**DATA:**
//! The isosurface of one object, ready to be written.

/// A triangle mesh with values at its vertices.
#[derive(Debug, Clone, Default, PartialEq)]
pub struct SurfaceMesh {
    /// The object's number.
    pub id: u64,
    /// Positions x, y, z in the user's length unit, unwrapped across periodic faces.
    pub positions: Vec<[f32; 3]>,
    /// Unit normals, pointing out of the object.
    pub normals: Vec<[f32; 3]>,
    /// Values at the vertices, one array for each of [`SurfaceMesh::value_names`].
    pub values: Vec<Vec<f32>>,
    /// Vertex indices, counter-clockwise seen from outside.
    pub triangles: Vec<[u32; 3]>,
    /// Vertex indices of the edges of a contour, the inside on their left; empty for a surface.
    pub edges: Vec<[u32; 2]>,
}

impl SurfaceMesh {
    /// Names of the vertex values of a snapshot with these fields.
    pub fn value_names(fields: crate::model::source::Fields, extras: &[crate::model::indicator::Indicator]) -> Vec<&'static str> {
        let mut names = vec!["indicator"];
        if fields.velocity {
            names.extend(["speed", "cos_u_vorticity"]);
        }
        if fields.magnetic {
            names.push("cos_current_b");
        }
        if fields.velocity && fields.magnetic {
            names.push("cos_u_b");
        }
        // What is there already is not written twice.
        names.extend(extras.iter().map(|i| i.name()).filter(|n| *n != "speed"));
        names
    }
}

**EXERCISE DIRECTIONS:** Copy out every line of the material above that contains the string "edges".

**SOLUTION BELOW:**
    /// Vertex indices of the edges of a contour, the inside on their left; empty for a surface.
    pub edges: Vec<[u32; 2]>,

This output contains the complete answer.